Let us repeat this approach again for another featurization: we already know that it is possible to resolve six metastable states (five slow processes) using an HMM estimated on a coarse discretization of the backbone torsions. Can you achieve the same level of resolution using heavy atom distances and a suitable TICA projection?

**Exercise 1**: obtain the heavy atom distances, use TICA for dimension reduction, and discretize using a method of your choice.

In [None]:
feat = #FIXME
feat. #FIXME
data = #FIXME

tica = #FIXME
tica_all = np.concatenate(tica.get_output())

cluster = #FIXME
dtrajs_all = #FIXME

its = pyemma.msm.its(cluster.dtrajs, lags=[1, 2, 5, 10, 20, 50], nits=4, errors='bayes')

fig, axes = plt.subplots(1, 3, figsize=(12, 3))
pyemma.plots.plot_feature_histograms(tica_all, ax=axes[0])
pyemma.plots.plot_density(*tica_all[:, :2].T, ax=axes[1], cbar=False, alpha=0.1)
axes[1].scatter(*cluster.clustercenters[:, :2].T, s=15, c='C1')
axes[1].set_xlabel('IC 1')
axes[1].set_ylabel('IC 2')
pyemma.plots.plot_implied_timescales(its, ax=axes[2], units='ps')
fig.tight_layout()

In [None]:
feat = pyemma.coordinates.featurizer(pdb)
feat.add_distances(feat.select_Heavy())
data = pyemma.coordinates.load(files, features=feat)

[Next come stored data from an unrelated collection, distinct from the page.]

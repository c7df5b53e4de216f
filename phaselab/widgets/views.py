"""What the explorer's main plot shows, and how a click becomes an orbit.

One class per kind of system, all with the same small surface used by the explorer:

=====================  ==========================================================
:class:`SectionView`   autonomous flow, two or more degrees of freedom: a surface of
                       section at fixed energy; a click gives the two shown components
                       and the remaining momentum is solved from H = E
:class:`PortraitView`  autonomous flow, one degree of freedom: level curves of H (the
                       phase portrait); a click is a full state, its orbit is traced
:class:`StrobeView`    time-periodic H: stroboscopic section, a click is the state at t = 0
:class:`MapView`       area-preserving map: a click is a state, its iterates are shown
=====================  ==========================================================

Everything here calls the compute layer and returns numbers; nothing imports bokeh or
ipywidgets, so the views are tested and timed without a display.
"""

from __future__ import annotations

import math
import warnings
from dataclasses import dataclass, field

import numpy as np

from phaselab.errors import ModelError, ParameterError, PhaselabError

#: Grid points per axis for the allowed-region boundary and the phase portrait.
GRID = 160
#: Samples kept of a companion trace.
TRACE_SAMPLES = 800


@dataclass
class Frame:
    """The static layer of the plot for one energy and parameter set.

    Attributes
    ----------
    lines : list of ndarray, each (m, 2)
        Curves to draw: the boundary of the allowed region (sections) or the level curves
        (phase portraits).
    accents : list of ndarray, each (m, 2)
        Curves drawn more strongly: the level at the chosen energy and the separatrices.
    forbidden : ndarray of bool, shape (ny, nx), or None
        Grid points outside the allowed region (for a light fill), on ``grid_x, grid_y``.
    grid_x, grid_y : ndarray
    empty : bool
        No point of the shown window is allowed at this energy.
    """

    lines: list = field(default_factory=list)
    accents: list = field(default_factory=list)
    forbidden: np.ndarray | None = None
    grid_x: np.ndarray | None = None
    grid_y: np.ndarray | None = None
    empty: bool = False


@dataclass
class Seeding:
    """Clicked points turned into states: ``states`` (n, 2n) with NaN rows where refused,
    ``valid`` (n,), ``reasons`` (n,) (``""`` where valid)."""

    states: np.ndarray
    valid: np.ndarray
    reasons: list


def _finite_pair(rng, what):
    try:
        lo, hi = (float(v) for v in rng)
    except (TypeError, ValueError):
        raise ParameterError(f"{what} must be (low, high), got {rng!r}") from None
    if not (math.isfinite(lo) and math.isfinite(hi) and lo < hi):
        raise ParameterError(f"{what} must be finite with low < high, got {rng!r}")
    return lo, hi


class _View:
    kind = "view"
    uses_energy = False
    #: how the plot's orbits are called in messages
    noun = "points"

    def __init__(self, system, crossings, ranges, method="auto", dt=None):
        if isinstance(crossings, bool) or not isinstance(crossings, (int, np.integer)) or crossings < 1:
            raise ParameterError(f"crossings must be a positive integer, got {crossings!r}")
        self.system = system
        self.crossings = int(crossings)
        self.method = method
        self.dt = dt
        self.names = [s.name for s in system.state_symbols]
        self._ranges_given = ranges

    # helpers shared by the views
    def _set_axes(self, i, j):
        self.axes = (i, j)
        self.axis_names = (self.names[i], self.names[j])
        self.axis_symbols = (self.system.state_symbols[i], self.system.state_symbols[j])

    def _ranges_from(self, ranges, default):
        if ranges is None:
            return default
        if isinstance(ranges, dict):
            missing = [n for n in self.axis_names if n not in ranges]
            if missing:
                raise ParameterError(f"ranges must give {', '.join(self.axis_names)}; missing {', '.join(missing)}")
            return tuple(_finite_pair(ranges[n], f"range of {n}") for n in self.axis_names)
        try:
            a, b = ranges
        except (TypeError, ValueError):
            raise ParameterError(f"ranges must be ((xlow, xhigh), (ylow, yhigh)) or a dict by name, got {ranges!r}") from None
        return (_finite_pair(a, f"range of {self.axis_names[0]}"), _finite_pair(b, f"range of {self.axis_names[1]}"))

    def _full_states(self, points):
        pts = np.atleast_2d(np.asarray(points, dtype=float))
        if pts.shape[1] != 2:
            raise ParameterError(f"seeds must be (x, y) pairs in the shown plane, got shape {pts.shape}")
        states = np.zeros((len(pts), len(self.names)))
        states[:, self.axes[0]] = pts[:, 0]
        states[:, self.axes[1]] = pts[:, 1]
        return states

    def seeds(self, points, energy, params) -> Seeding:
        states = self._full_states(points)
        ok = np.all(np.isfinite(states), axis=1)
        states[~ok] = np.nan
        return Seeding(states, ok, ["" if v else "the point is not finite" for v in ok])

    def frame(self, energy, params) -> Frame:
        return Frame()

    def trace(self, state, params, until):
        return None

    def describe(self) -> str:
        return ""

    def label(self, k) -> str:
        """The plain label of state component ``k`` (as the HTML export writes it)."""
        from phaselab.export.describe import plain_label

        return plain_label(self.system.state_symbols[k])

    @property
    def axis_labels(self):
        return (self.label(self.axes[0]), self.label(self.axes[1]))

    def panels(self):
        """Title, x label and y label of the two companion panels."""
        n = len(self.names) // 2
        if n >= 2:
            first = ("Orbit in configuration space", self.label(0), self.label(1))
        else:
            first = ("Coordinate over time", "t", self.label(0))
        return [first, ("Energy error along the orbit", "t", "relative error")]

    def panel_curves(self, tr, params):
        """The two panels' (x, y) curves from a trajectory of the selected orbit."""
        step = max(1, len(tr.t) // TRACE_SAMPLES)
        st = tr.states[0, ::step]
        t = np.asarray(tr.t[::step], float)
        n = len(self.names) // 2
        first = (st[:, 0], st[:, 1]) if n >= 2 else (t, st[:, 0])
        return first, (t, np.asarray(tr.energy_error[0, ::step], float))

tica = pyemma.coordinates.tica(data, lag=3)
tica_all = np.concatenate(tica.get_output())

cluster = pyemma.coordinates.cluster_kmeans(tica, k=100, max_iter=50, stride=10)
dtrajs_all = np.concatenate(cluster.dtrajs)

its = pyemma.msm.its(cluster.dtrajs, lags=[1, 2, 5, 10, 20, 50], nits=4, errors='bayes')

fig, axes = plt.subplots(1, 3, figsize=(12, 3))
pyemma.plots.plot_feature_histograms(tica_all, ax=axes[0])
pyemma.plots.plot_density(*tica_all[:, :2].T, ax=axes[1], cbar=False, alpha=0.1)
axes[1].scatter(*cluster.clustercenters[:, :2].T, s=15, c='C1')
axes[1].set_xlabel('IC 1')
axes[1].set_ylabel('IC 2')
pyemma.plots.plot_implied_timescales(its, ax=axes[2], units='ps')
fig.tight_layout()

**Exercise 2**: let's see if your discretized data is suitable to converge five slow implied timescales using a bayesian HMM.

In [None]:
pyemma.plots.plot_implied_timescales #FIXME

In [None]:
pyemma.plots.plot_implied_timescales(
    pyemma.msm.timescales_hmsm(cluster.dtrajs, 6, lags=[1, 2, 3, 4], errors='bayes'));

**Exercise 3**: estimate a bayesian HMM and perform a CK test.

In [None]:
hmm = #FIXME
pyemma.plots. #FIXME

In [None]:
hmm = pyemma.msm.bayesian_hidden_markov_model(cluster.dtrajs, 6, lag=1, dt_traj='0.001 ns')
pyemma.plots.plot_cktest(hmm.cktest(mlags=2));

**Exercise 4**: now that you have a model, be creative and visualize the metastable regions in your projected space.

In [None]:
#FIXME

In [None]:
def draw_panel(ax, i, j):
    pyemma.plots.plot_state_map(
        *tica_all[:, [i, j]].T,
        hmm.metastable_assignments[dtrajs_all],
        ax=ax)
    ax.set_xlabel('IC {}'.format(i + 1))
    ax.set_ylabel('IC {}'.format(j + 1))

fig, axes = plt.subplots(2, 2, figsize=(10, 8))
draw_panel(axes[0, 0], 0, 2)
draw_panel(axes[0, 1], 1, 2)
draw_panel(axes[1, 0], 0, 1)
axes[1, 1].set_axis_off()
fig.tight_layout()

## Wrapping up
In this notebook, we have learned how to use a hidden Markov state model (HMM) and how they differ from an MSM. In detail, we have used
- `pyemma.msm.timescales_hmsm()` function to obtain an implied timescale object for HMMs,
- `pyemma.msm.estimate_hidden_markov_model()` to estimate a regular HMM,
- `pyemma.msm.bayesian_hidden_markov_model()` to estimate a Bayesian HMM, and
- the `metastable_assignments` attribute of an HMM object to access the metastable membership of discrete states.